Ten myths about editors
It’s not all three-Martini lunches and evil cackling while crushing fragile writers underfoot apparently.

Don’t quibble over details unless they’re important details, and by important we mean, “The woman on my cover has three arms.” *

* Yes this has happened.

Publishing: Perfection not required
I think perfectionism is a dangerous quality for most writers. Jody Hedlund agrees.

In that quest for perfection, writers spend inordinate amounts of time on the same book, perhaps even years trying to “get it right.” Sometimes I hear from writers who can’t move past the first book or two because they’re in love with them and want to make them “the best they can be.”


How I Went From Writing 2,000 Words a Day to 10,000 Words a Day
Practical advice from Rachel Aaron about how to up your word count

Drastically increasing your words per day is actually pretty easy, all it takes is a shift in perspective and the ability to be honest with yourself (which is the hardest part). Because I’m a giant nerd, I ended up creating a metric, a triangle with three core requirements: Knowledge, Time, and Enthusiasm. Any one of these can noticeably boost your daily output, but all three together can turn you into a word machine. I never start writing these days unless I can hit all three.

25 Things I want to say to so-called “aspiring writers”
Chunk Wendig gives his usual shooting straight from the hip writing advice to “aspiring” writers.

Lots of good ideas out there, but none of it is gospel. One person will tell you this is the path. Another will point the other way and say that  is the path. They’re both right for themselves, and they’re both probably wrong for you. We all chart our own course and burn the map afterward. It’s just how it is. If you want to find the way forward, then stop looking for maps and start walking.


The dignity of labour

It’s been a month of drama, with at least two cases of plagiarism or alleged plagiarism breaking in the romance writing genre. Aleksandr Voinov talks about the psychology of the plagiarist.

Every time they get an email saying “I loved your book” should feel like a red-hot needle piercing their heart. They know they cheated, that they haven’t achieved anything but fooling some good people and wasting everybody’s time. Deep down, plagiarists are very unhappy people, even if they sell a lot of books, even if they get away with it. 

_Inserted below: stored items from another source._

"""fitcore: outlier-aware curve fitting of lab measurements (no Qt here).

Public API (kept stable; outside checks call it)::

    fitcore.fit(model, x, y, loss="l2", *, scale="auto", alpha=None,
                sigma=None, excluded=None, p0=None, ...)  -> FitResult
    fitcore.builtin_models()                               -> list of names
    fitcore.read_table(path, sheet=None)                   -> Table
    fitcore.format_value(value, u, style="paren" | "pm")   -> str
    fitcore.fit_many(datasets, model, loss=..., jobs=None, **fit_options)
                                                           -> [FitResult | FailedFit]

Submodules are imported lazily, so ``import fitcore`` stays cheap.
"""
from __future__ import annotations

import importlib

__version__ = "0.1.0"

_LAZY = {
    "fit": ("solve", "fit"),
    "FitError": ("solve", "FitError"),
    "alpha_profile": ("solve", "alpha_profile"),
    "FitResult": ("result", "FitResult"),
    "Model": ("model", "Model"),
    "Derived": ("model", "Derived"),
    "linear_model": ("model", "linear_model"),
    "design_model": ("model", "design_model"),
    "LOSS_NAMES": ("losses", "LOSS_NAMES"),
    "get_loss": ("losses", "get_loss"),
    "log_partition": ("partition", "log_partition"),
    "builtin_models": ("models", "builtin_models"),
    "get_model": ("models", "get_model"),
    "resolve_model": ("models", "resolve_model"),
    "parse_formula": ("formula", "parse_formula"),
    "validate_formula": ("formula", "validate_formula"),
    "load_session": ("session", "load_session"),
    "save_session": ("session", "save_session"),
    "Session": ("session", "Session"),
    "SessionError": ("session", "SessionError"),
    "format_correlation": ("report", "format_correlation"),
    "FormulaError": ("formula", "FormulaError"),
    "read_table": ("io", "read_table"),
    "Table": ("io", "Table"),
    "ReadError": ("io", "ReadError"),
    "format_value": ("report", "format_value"),
    "read_clipboard_text": ("io", "read_clipboard_text"),
    "model_info": ("models", "model_info"),
    "GAS_CONSTANT": ("models", "GAS_CONSTANT"),
    "compare_losses": ("compare", "compare_losses"),
    "adaptive_reading": ("compare", "adaptive_reading"),
    "point_diagnostics": ("diagnostics", "point_diagnostics"),
    "inverse_predict": ("calibration", "inverse_predict"),
    "detection_limits": ("calibration", "detection_limits"),
    "lack_of_fit": ("calibration", "lack_of_fit"),
    "CalibrationError": ("calibration", "CalibrationError"),
    "fit_many": ("batch", "fit_many"),
    "iter_fit_many": ("batch", "iter_fit_many"),
    "fit_sources": ("batch", "fit_sources"),
    "FailedFit": ("batch", "FailedFit"),
    "Dataset": ("batch", "Dataset"),
    "BatchSpec": ("batch", "BatchSpec"),
    "BatchError": ("batch", "BatchError"),
}

__all__ = sorted(_LAZY) + ["__version__"]


def __getattr__(name):
    try:
        module, attr = _LAZY[name]
    except KeyError:
        raise AttributeError(f"module 'fitcore' has no attribute {name!r}") from None
    value = getattr(importlib.import_module(f".{module}", __name__), attr)
    globals()[name] = value
    return value


def __dir__():
    return __all__
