r"""The fitting engine's front door, :func:`fit`; the solvers are in :mod:`fitcore.solvers`.

Problem
-------
With weights from the analyst's standard uncertainties ``sigma_i`` (1 when none are
given), the whitened residuals are ``r_i(theta) = (y_i - f(x_i, theta)) / sigma_i`` and
an M-estimate minimises ``sum_i rho(r_i / s)`` over the points that are used (not
excluded), for a loss ``rho`` and a residual scale ``s``.

Solvers
-------
* Least squares and the M-losses use one iteratively reweighted Gauss-Newton /
  Levenberg-Marquardt loop (``fitcore.solvers.lm._irls_lm``): at each iteration the robust weights
  ``w_i = psi(u_i)/u_i`` give a weighted least-squares model of the objective (a
  majoriser of it for every loss here, since ``psi(u)/u`` is non-increasing in
  ``|u|``); its step is solved by a QR factorisation of ``sqrt(w) J`` (never the
  normal equations) with Marquardt damping, and only steps that lower the true robust
  objective are accepted. For models linear in their parameters the damping is zero and
  the loop is plain IRLS; its first step is the exact weighted least-squares solution
  and later steps are iterative refinement.
* L1 (least absolute deviations) is solved exactly as a linear programme (HiGHS) for
  linear models, and by sequential linear programming with a trust region for
  nonlinear ones.
* Scale "auto": the normalised MAD of the residuals, re-estimated jointly with the
  parameters until it is a fixed point. Redescending losses start from an L1 fit
  (exact for linear models, near-L1 for nonlinear ones) and the MAD of its residuals,
  never from raw least squares, nor from a Huber fit whose scale has grown with
  one-sided outliers.
* The adaptive loss alternates the parameter step with a maximum-likelihood step for
  Barron's shape ``alpha`` in [0, 2] and scale ``c`` (negative log-likelihood
  ``sum rho_B(r_i/c, alpha) + n log c + n log Z(alpha)``); each block step lowers it.
"""
from __future__ import annotations

import math
import warnings

import numpy as np
from ._lazy import LazyModule

from .result import FitResult
from .solvers.adaptive import _nll
from .solvers.assemble import _assemble
from .solvers.dispatch import _run
from .solvers.problem import FitError
from .solvers.setup import _prepare
from . import weighting as _weighting
from .threads import small_problem

# internal names that tests and older callers reach through this module
from .scale import mad  # noqa: F401
from .solvers.l1 import _l1_linear  # noqa: F401
from .solvers.large import _stage_sizes, _subproblem  # noqa: F401
from .solvers.mscale import _mad_and_gradient, _m_estimate, _near_l1  # noqa: F401
from .solvers.problem import (_POOL, _POOL_MAX_POINTS, _Problem,  # noqa: F401
                              _release_scratch, _scratch_for)

optimize = LazyModule("scipy.optimize", globals())  # lazy: 0.4 s to import, needed once a fit runs

__all__ = ["FitError", "alpha_profile", "fit"]


def fit(model, x, y, loss: str = "l2", *, scale="auto", alpha=None, sigma=None,
        excluded=None, p0=None, fixed=None, tuning=None, sigma_mode: str = "absolute",
        max_iter: int = 2000, weighting=None) -> FitResult:
    """Fit ``model`` to the points ``(x, y)`` under a (robust) loss.

    Parameters
    ----------
    model
        A built-in name (see :func:`fitcore.builtin_models`), a formula in Python
        expression syntax whose free names other than ``x`` are the parameters, or a
        :class:`fitcore.Model`.
    x, y
        The measurements. Points where x or y is not a finite number are left out
        (and counted in ``info["n_missing"]``).
    loss
        One of ``l2, l1, huber, pseudo_huber, cauchy, geman_mcclure, welsch, tukey,
        general, adaptive``.
    scale
        ``"auto"`` (robust estimate refined during the fit) or a fixed positive number
        in units of y (of y/sigma when ``sigma`` is given).
    alpha
        Shape of the general loss.
    sigma
        Standard uncertainties of y; residuals are divided by them.
    sigma_mode
        ``"absolute"`` (default: sigma are known standard uncertainties; least squares
        reports ``(J^T W J)^-1`` unscaled and robust losses use scale 1, so the tuning
        constant is in units of sigma) or ``"relative"`` (sigma are relative weights:
        the covariance is scaled by the observed scatter and the robust scale is
        estimated). Ignored when sigma is not given.
    excluded
        Boolean array, True where the analyst left the point out.
    p0
        Start values, a dict (some or all parameters) or a sequence.
    fixed
        Dict of parameters held at a value.
    tuning
        Tuning constant in units of the scale (default: 95 % Gaussian efficiency).
    weighting
        A weighting rule instead of a sigma column: ``"1/x"``, ``"1/x^2"``, ``"1/y"``,
        ``"1/y^2"`` or ``"power"`` (variance a power of the mean, from replicate
        standards); it gives relative sigma (see :mod:`fitcore.weighting`) and is
        recorded in ``info["weighting"]``.
    """
    rule = None
    if weighting is not None:
        sigma, sigma_mode, rule = _weighting.prepare_for_fit(weighting, x, y, sigma, sigma_mode, excluded)
    # every fit runs with one BLAS thread (fitcore.threads): the engine's products are
    # of tall matrices a few columns wide, bound by memory, not arithmetic; measured on
    # 2 shared cores under load (issue 12), two threads took 2-6x the CPU time and
    # 1.1-4x the wall time of one for robust decays at 1e5 and 1e6 points and for
    # least-squares and Huber lines and cubics at 1e6
    with small_problem():
        setup = _prepare(model, x, y, loss, scale=scale, alpha=alpha, sigma=sigma,
                         excluded=excluded, p0=p0, fixed=fixed, tuning=tuning,
                         sigma_mode=sigma_mode, max_iter=max_iter)
        with warnings.catch_warnings():
            warnings.simplefilter("ignore", RuntimeWarning)
            outcome = _run(setup)
        res = _assemble(setup, outcome)
    if rule is not None:
        res.info["weighting"] = rule
    return res


def alpha_profile(model, x, y, alphas=None, *, sigma=None, excluded=None, p0=None,
                  fixed=None, max_rounds: int = 30):
    """Profile negative log-likelihood of the adaptive loss over its shape alpha.

    For each alpha the model parameters and Barron's scale c are fitted by maximum
    likelihood at that fixed shape (alternating a parameter step at scale c with the
    one-dimensional ML step for c); the profile is the minimised
    ``sum rho_B(r_i/c, alpha) + n log c + n log Z(alpha)``.

    Returns ``(alphas, nll, scales)``. Differences of the profile are likelihood
    ratios: an approximate 95 % interval for alpha is where
    ``nll - min(nll) <= 1.92`` (chi-square with one degree of freedom / 2).
    """
    alphas = np.linspace(0.0, 2.0, 21) if alphas is None else np.asarray(alphas, dtype=float)
    if np.any((alphas < 0) | (alphas > 2)):
        raise FitError("the profile is defined for alpha in [0, 2]")
    start = fit(model, x, y, loss="adaptive", sigma=sigma, excluded=excluded, p0=p0, fixed=fixed)
    nlls, scales = [], []
    for a in alphas:
        values, c = start.values.copy(), start.scale
        nll_old = math.inf
        for _ in range(max_rounds):
            res = fit(start.model, x, y, loss="general", alpha=float(a), tuning=1.0, scale=c,
                      sigma=sigma, sigma_mode="relative", excluded=excluded,
                      p0=dict(zip(start.param_names, values)), fixed=fixed)
            used = ~res.excluded & np.isfinite(res.residuals)
            r = res.residuals[used] / (res.sigma[used] if res.sigma is not None else 1.0)
            lo = math.log(max(1e-6 * start.scale, 1e-300))
            hi = math.log(max(10 * float(np.max(np.abs(r))), 10 * c))
            opt = optimize.minimize_scalar(lambda lc, r=r, a=a: _nll(r, float(a), lc), bounds=(lo, hi),
                                           method="bounded", options={"xatol": 1e-10})
            values, c, nll = res.values, math.exp(float(opt.x)), float(opt.fun)
            if abs(nll_old - nll) <= 1e-10 * max(abs(nll), 1.0):
                break
            nll_old = nll
        nlls.append(nll)
        scales.append(c)
    return alphas, np.array(nlls), np.array(scales)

Gay Marriage will Ruin My Marriage?
Blogger Mama Duck on the validity of – or lack of validity of – arguments that marriage equality will “devalue” marriage. Funny and moving.

I’ll miss my marriage and my husband once this whole thing unravels as a result of some guys with good taste tying what will no doubt be a fabulous knot.

I answer questions about Higher Ground and writing as a guest of my friend and crit partner Teresa Morgan. Find out how I see Zach and Adam! And what the boys would order for a pub lunch!

11 thoughts on “Spring into Links

  1. Oh, great links! SOOOO going into my linkity post next Friday!

    LOL about the number of cowboys in m/m romance and redheads in m/f romance. I think the number of green-eyed guys in m/m romance is massively disproportionate to the actual population, too. 🙂

    1. I think green eyed people are over-represented in fiction generally! I can only bring one to mind that I know personally and she’s my sister!

      1. Ha ha! As a green eyed girl, (physically only, I assure you…) I just found the disproportionate comment so funny. I know two other people with green eyes – my daughter and my father-in-law who is insistent, and very proud, that he gave my daughter her green eyes. Uhh, hello! Waves arms madly…

    1. Thanks, Jackie. I build them up over the month, and even put the HTML code around them right away after I’ve read them and decided to use them, so when it gets to time for the post it’s already almost done!